• Your objective
An exact, complete copy of the lines below is the expected answer.

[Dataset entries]
____

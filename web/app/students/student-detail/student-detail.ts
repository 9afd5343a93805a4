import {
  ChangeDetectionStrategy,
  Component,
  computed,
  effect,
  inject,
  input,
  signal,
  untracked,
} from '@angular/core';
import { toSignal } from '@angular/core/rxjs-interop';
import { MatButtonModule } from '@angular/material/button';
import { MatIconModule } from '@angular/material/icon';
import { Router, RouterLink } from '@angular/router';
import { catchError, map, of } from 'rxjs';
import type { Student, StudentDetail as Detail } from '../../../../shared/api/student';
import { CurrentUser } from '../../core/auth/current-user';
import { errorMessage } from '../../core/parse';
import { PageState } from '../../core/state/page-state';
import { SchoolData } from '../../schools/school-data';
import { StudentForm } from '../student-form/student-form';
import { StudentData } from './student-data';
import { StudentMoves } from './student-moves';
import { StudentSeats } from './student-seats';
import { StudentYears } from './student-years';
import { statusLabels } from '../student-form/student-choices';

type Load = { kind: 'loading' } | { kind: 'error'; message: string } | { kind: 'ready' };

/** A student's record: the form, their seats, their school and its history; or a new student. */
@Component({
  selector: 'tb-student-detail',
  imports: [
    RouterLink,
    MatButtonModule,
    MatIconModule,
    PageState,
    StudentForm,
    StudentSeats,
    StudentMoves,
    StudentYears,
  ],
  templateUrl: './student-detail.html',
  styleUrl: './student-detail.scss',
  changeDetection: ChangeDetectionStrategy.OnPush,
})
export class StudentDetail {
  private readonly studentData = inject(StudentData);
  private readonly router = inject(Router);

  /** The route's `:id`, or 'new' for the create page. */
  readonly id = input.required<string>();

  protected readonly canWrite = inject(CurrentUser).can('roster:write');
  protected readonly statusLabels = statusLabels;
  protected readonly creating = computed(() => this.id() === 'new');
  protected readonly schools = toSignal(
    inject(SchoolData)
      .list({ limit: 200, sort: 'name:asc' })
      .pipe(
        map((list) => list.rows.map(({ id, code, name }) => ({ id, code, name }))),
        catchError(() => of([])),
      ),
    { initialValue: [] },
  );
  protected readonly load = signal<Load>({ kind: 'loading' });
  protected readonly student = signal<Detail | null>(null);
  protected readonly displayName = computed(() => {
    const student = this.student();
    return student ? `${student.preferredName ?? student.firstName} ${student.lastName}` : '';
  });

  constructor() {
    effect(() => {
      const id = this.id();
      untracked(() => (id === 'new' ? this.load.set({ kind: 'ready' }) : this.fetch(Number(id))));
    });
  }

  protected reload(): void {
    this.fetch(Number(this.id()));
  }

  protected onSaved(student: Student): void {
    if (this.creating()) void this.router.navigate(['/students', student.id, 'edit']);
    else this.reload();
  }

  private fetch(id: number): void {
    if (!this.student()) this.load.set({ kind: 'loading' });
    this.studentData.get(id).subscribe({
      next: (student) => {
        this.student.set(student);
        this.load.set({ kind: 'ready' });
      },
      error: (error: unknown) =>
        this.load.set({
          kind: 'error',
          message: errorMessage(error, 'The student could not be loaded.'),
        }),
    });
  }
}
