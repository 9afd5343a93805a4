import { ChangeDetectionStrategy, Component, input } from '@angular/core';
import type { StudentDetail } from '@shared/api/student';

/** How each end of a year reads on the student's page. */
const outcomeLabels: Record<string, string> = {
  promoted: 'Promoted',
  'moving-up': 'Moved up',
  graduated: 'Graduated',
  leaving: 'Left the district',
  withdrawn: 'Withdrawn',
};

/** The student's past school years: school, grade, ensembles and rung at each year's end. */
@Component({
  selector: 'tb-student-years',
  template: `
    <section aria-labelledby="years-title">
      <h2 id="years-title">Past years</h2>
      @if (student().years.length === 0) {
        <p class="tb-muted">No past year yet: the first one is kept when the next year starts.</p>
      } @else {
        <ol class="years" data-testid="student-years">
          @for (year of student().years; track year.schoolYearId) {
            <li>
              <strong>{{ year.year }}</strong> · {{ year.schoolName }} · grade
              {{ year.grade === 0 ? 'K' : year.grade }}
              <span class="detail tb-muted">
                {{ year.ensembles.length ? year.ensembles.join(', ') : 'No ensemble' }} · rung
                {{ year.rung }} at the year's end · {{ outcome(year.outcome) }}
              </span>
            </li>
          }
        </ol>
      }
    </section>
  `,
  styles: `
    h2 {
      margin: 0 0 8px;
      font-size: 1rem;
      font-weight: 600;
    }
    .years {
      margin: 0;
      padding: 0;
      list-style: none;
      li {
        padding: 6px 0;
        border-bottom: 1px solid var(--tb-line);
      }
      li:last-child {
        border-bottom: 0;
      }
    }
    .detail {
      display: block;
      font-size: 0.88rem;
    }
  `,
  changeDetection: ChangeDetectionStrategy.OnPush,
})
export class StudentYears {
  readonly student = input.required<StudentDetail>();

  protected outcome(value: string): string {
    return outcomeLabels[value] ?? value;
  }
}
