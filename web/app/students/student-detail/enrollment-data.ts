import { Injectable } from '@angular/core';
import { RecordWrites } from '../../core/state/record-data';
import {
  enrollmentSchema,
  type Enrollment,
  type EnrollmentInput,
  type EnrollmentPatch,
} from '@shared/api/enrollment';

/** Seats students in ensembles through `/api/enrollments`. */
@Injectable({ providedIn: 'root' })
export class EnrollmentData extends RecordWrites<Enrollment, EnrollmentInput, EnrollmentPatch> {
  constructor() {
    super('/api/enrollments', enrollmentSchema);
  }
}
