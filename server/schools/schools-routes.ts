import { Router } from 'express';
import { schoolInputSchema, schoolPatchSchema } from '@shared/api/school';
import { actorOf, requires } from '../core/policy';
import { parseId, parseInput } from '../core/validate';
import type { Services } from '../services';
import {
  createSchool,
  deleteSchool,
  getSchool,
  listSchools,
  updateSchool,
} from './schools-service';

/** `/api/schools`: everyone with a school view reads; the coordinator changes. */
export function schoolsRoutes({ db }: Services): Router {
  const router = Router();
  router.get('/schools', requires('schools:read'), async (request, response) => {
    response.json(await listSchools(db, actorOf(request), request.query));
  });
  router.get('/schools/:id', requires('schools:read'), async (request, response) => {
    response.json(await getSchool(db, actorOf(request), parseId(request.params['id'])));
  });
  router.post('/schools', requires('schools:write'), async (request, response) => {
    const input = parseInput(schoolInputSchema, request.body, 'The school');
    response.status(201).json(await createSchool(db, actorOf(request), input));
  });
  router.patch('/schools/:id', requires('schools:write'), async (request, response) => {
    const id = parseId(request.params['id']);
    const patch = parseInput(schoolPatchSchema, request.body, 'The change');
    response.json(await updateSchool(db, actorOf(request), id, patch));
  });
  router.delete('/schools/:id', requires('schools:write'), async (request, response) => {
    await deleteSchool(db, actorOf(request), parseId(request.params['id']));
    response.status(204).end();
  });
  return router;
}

____

• Solution to this exercise
filename web/app/students/student-detail/student-detail.ts
repository 9afd5343a93805a4
import {
  ChangeDetectionStrategy,
  Component,
  computed,
  effect,
  inject,
  input,
  signal,
  untracked,
} from '@angular/core';
import { toSignal } from '@angular/core/rxjs-interop';
import { MatButtonModule } from '@angular/material/button';
import { MatIconModule } from '@angular/material/icon';
import { Router, RouterLink } from '@angular/router';
import { catchError, map, of } from 'rxjs';
import type { Student, StudentDetail as Detail } from '../../../../shared/api/student';
import { CurrentUser } from '../../core/auth/current-user';
import { errorMessage } from '../../core/parse';
import { PageState } from '../../core/state/page-state';
import { SchoolData } from '../../schools/school-data';
import { StudentForm } from '../student-form/student-form';
import { StudentData } from './student-data';
import { StudentMoves } from './student-moves';
import { StudentSeats } from './student-seats';
import { StudentYears } from './student-years';
import { statusLabels } from '../student-form/student-choices';

type Load = { kind: 'loading' } | { kind: 'error'; message: string } | { kind: 'ready' };

/** A student's record: the form, their seats, their school and its history; or a new student. */
@Component({
  selector: 'tb-student-detail',
  imports: [
    RouterLink,
    MatButtonModule,
    MatIconModule,
    PageState,
    StudentForm,
    StudentSeats,
    StudentMoves,
    StudentYears,
  ],
  templateUrl: './student-detail.html',
  styleUrl: './student-detail.scss',
  changeDetection: ChangeDetectionStrategy.OnPush,
})
export class StudentDetail {
  private readonly studentData = inject(StudentData);
  private readonly router = inject(Router);

  /** The route's `:id`, or 'new' for the create page. */
  readonly id = input.required<string>();

  protected readonly canWrite = inject(CurrentUser).can('roster:write');
  protected readonly statusLabels = statusLabels;
  protected readonly creating = computed(() => this.id() === 'new');
  protected readonly schools = toSignal(
    inject(SchoolData)
      .list({ limit: 200, sort: 'name:asc' })
      .pipe(
        map((list) => list.rows.map(({ id, code, name }) => ({ id, code, name }))),
        catchError(() => of([])),
      ),
    { initialValue: [] },
  );
  protected readonly load = signal<Load>({ kind: 'loading' });
  protected readonly student = signal<Detail | null>(null);
  protected readonly displayName = computed(() => {
    const student = this.student();
    return student ? `${student.preferredName ?? student.firstName} ${student.lastName}` : '';
  });

  constructor() {
    effect(() => {
      const id = this.id();
      untracked(() => (id === 'new' ? this.load.set({ kind: 'ready' }) : this.fetch(Number(id))));
    });
  }

  protected reload(): void {
    this.fetch(Number(this.id()));
  }

  protected onSaved(student: Student): void {
    if (this.creating()) void this.router.navigate(['/students', student.id, 'edit']);
    else this.reload();
  }

  private fetch(id: number): void {
    if (!this.student()) this.load.set({ kind: 'loading' });
    this.studentData.get(id).subscribe({
      next: (student) => {
        this.student.set(student);
        this.load.set({ kind: 'ready' });
      },
      error: (error: unknown) =>
        this.load.set({
          kind: 'error',
          message: errorMessage(error, 'The student could not be loaded.'),
        }),
    });
  }
}
repository 9afd5343a93805a4
import { ChangeDetectionStrategy, Component, input } from '@angular/core';
import type { StudentDetail } from '@shared/api/student';

/** How each end of a year reads on the student's page. */
const outcomeLabels: Record<string, string> = {
  promoted: 'Promoted',
  'moving-up': 'Moved up',
  graduated: 'Graduated',
  leaving: 'Left the district',
  withdrawn: 'Withdrawn',
};

/** The student's past school years: school, grade, ensembles and rung at each year's end. */
@Component({
  selector: 'tb-student-years',
  template: `
    <section aria-labelledby="years-title">
      <h2 id="years-title">Past years</h2>
      @if (student().years.length === 0) {
        <p class="tb-muted">No past year yet: the first one is kept when the next year starts.</p>
      } @else {
        <ol class="years" data-testid="student-years">
          @for (year of student().years; track year.schoolYearId) {
            <li>
              <strong>{{ year.year }}</strong> · {{ year.schoolName }} · grade
              {{ year.grade === 0 ? 'K' : year.grade }}
              <span class="detail tb-muted">
                {{ year.ensembles.length ? year.ensembles.join(', ') : 'No ensemble' }} · rung
                {{ year.rung }} at the year's end · {{ outcome(year.outcome) }}
              </span>
            </li>
          }
        </ol>
      }
    </section>
  `,
  styles: `
    h2 {
      margin: 0 0 8px;
      font-size: 1rem;
      font-weight: 600;
    }
    .years {
      margin: 0;
      padding: 0;
      list-style: none;
      li {
        padding: 6px 0;
        border-bottom: 1px solid var(--tb-line);
      }
      li:last-child {
        border-bottom: 0;
      }
    }
    .detail {
      display: block;
      font-size: 0.88rem;
    }
  `,
  changeDetection: ChangeDetectionStrategy.OnPush,
})
export class StudentYears {
  readonly student = input.required<StudentDetail>();

  protected outcome(value: string): string {
    return outcomeLabels[value] ?? value;
  }
}
filename web/app/students/student-detail/enrollment-data.ts
import { Injectable } from '@angular/core';
import { RecordWrites } from '../../core/state/record-data';
import {
  enrollmentSchema,
  type Enrollment,
  type EnrollmentInput,
  type EnrollmentPatch,
} from '@shared/api/enrollment';

/** Seats students in ensembles through `/api/enrollments`. */
@Injectable({ providedIn: 'root' })
export class EnrollmentData extends RecordWrites<Enrollment, EnrollmentInput, EnrollmentPatch> {
  constructor() {
    super('/api/enrollments', enrollmentSchema);
  }
}
filename server/schools/schools-routes.ts
import { Router } from 'express';
import { schoolInputSchema, schoolPatchSchema } from '@shared/api/school';
import { actorOf, requires } from '../core/policy';
import { parseId, parseInput } from '../core/validate';
import type { Services } from '../services';
import {
  createSchool,
  deleteSchool,
  getSchool,
  listSchools,
  updateSchool,
} from './schools-service';

/** `/api/schools`: everyone with a school view reads; the coordinator changes. */
export function schoolsRoutes({ db }: Services): Router {
  const router = Router();
  router.get('/schools', requires('schools:read'), async (request, response) => {
    response.json(await listSchools(db, actorOf(request), request.query));
  });
  router.get('/schools/:id', requires('schools:read'), async (request, response) => {
    response.json(await getSchool(db, actorOf(request), parseId(request.params['id'])));
  });
  router.post('/schools', requires('schools:write'), async (request, response) => {
    const input = parseInput(schoolInputSchema, request.body, 'The school');
    response.status(201).json(await createSchool(db, actorOf(request), input));
  });
  router.patch('/schools/:id', requires('schools:write'), async (request, response) => {
    const id = parseId(request.params['id']);
    const patch = parseInput(schoolPatchSchema, request.body, 'The change');
    response.json(await updateSchool(db, actorOf(request), id, patch));
  });
  router.delete('/schools/:id', requires('schools:write'), async (request, response) => {
    await deleteSchool(db, actorOf(request), parseId(request.params['id']));
    response.status(204).end();
  });
  return router;
}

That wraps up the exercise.